§ Exercise directions: Write out the entries again. Match each one exactly.

§ Given information:
★ ★ ★

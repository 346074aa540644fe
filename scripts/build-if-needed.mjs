// Builds the Angular client when dist/ is missing or older than the sources it is built from.
import { createHash } from 'node:crypto';
import { existsSync, readdirSync, readFileSync, statSync, writeFileSync } from 'node:fs';
import { join } from 'node:path';
import { spawnSync } from 'node:child_process';

const root = new URL('..', import.meta.url).pathname;
const dist = join(root, 'dist/maculo/browser');
const stampFile = join(root, 'dist/maculo/.source-hash');
const inputs = [
  'src',
  'shared',
  'public',
  'angular.json',
  'tsconfig.json',
  'tsconfig.app.json',
  'package-lock.json',
];

function addTree(hash, path) {
  if (!existsSync(path)) return;
  const stat = statSync(path);
  if (stat.isDirectory()) {
    for (const name of readdirSync(path).sort()) {
      if (name.endsWith('.spec.ts')) continue;
      addTree(hash, join(path, name));
    }
  } else {
    hash.update(path.slice(root.length));
    hash.update(readFileSync(path));
  }
}

const hash = createHash('sha256');
for (const input of inputs) addTree(hash, join(root, input));
const digest = hash.digest('hex');
const current = existsSync(stampFile) ? readFileSync(stampFile, 'utf8').trim() : '';

if (
  existsSync(join(dist, 'index.html')) &&
  current === digest &&
  !process.argv.includes('--force')
) {
  console.log('Client build is up to date.');
} else {
  console.log('Building the web client (about a minute on two cores)…');
  const result = spawnSync('npx', ['ng', 'build', '--configuration', 'production'], {
    cwd: root,
    stdio: 'inherit',
    env: { ...process.env, NG_CLI_ANALYTICS: 'false' },
  });
  if (result.status !== 0) process.exit(result.status ?? 1);
  writeFileSync(stampFile, digest + '\n');
}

★ ★ ★

§ Answer space:
repository 346074aa540644fe
filename scripts/build-if-needed.mjs
// Builds the Angular client when dist/ is missing or older than the sources it is built from.
import { createHash } from 'node:crypto';
import { existsSync, readdirSync, readFileSync, statSync, writeFileSync } from 'node:fs';
import { join } from 'node:path';
import { spawnSync } from 'node:child_process';

const root = new URL('..', import.meta.url).pathname;
const dist = join(root, 'dist/maculo/browser');
const stampFile = join(root, 'dist/maculo/.source-hash');
const inputs = [
  'src',
  'shared',
  'public',
  'angular.json',
  'tsconfig.json',
  'tsconfig.app.json',
  'package-lock.json',
];

function addTree(hash, path) {
  if (!existsSync(path)) return;
  const stat = statSync(path);
  if (stat.isDirectory()) {
    for (const name of readdirSync(path).sort()) {
      if (name.endsWith('.spec.ts')) continue;
      addTree(hash, join(path, name));
    }
  } else {
    hash.update(path.slice(root.length));
    hash.update(readFileSync(path));
  }
}

const hash = createHash('sha256');
for (const input of inputs) addTree(hash, join(root, input));
const digest = hash.digest('hex');
const current = existsSync(stampFile) ? readFileSync(stampFile, 'utf8').trim() : '';

if (
  existsSync(join(dist, 'index.html')) &&
  current === digest &&
  !process.argv.includes('--force')
) {
  console.log('Client build is up to date.');
} else {
  console.log('Building the web client (about a minute on two cores)…');
  const result = spawnSync('npx', ['ng', 'build', '--configuration', 'production'], {
    cwd: root,
    stdio: 'inherit',
    env: { ...process.env, NG_CLI_ANALYTICS: 'false' },
  });
  if (result.status !== 0) process.exit(result.status ?? 1);
  writeFileSync(stampFile, digest + '\n');
}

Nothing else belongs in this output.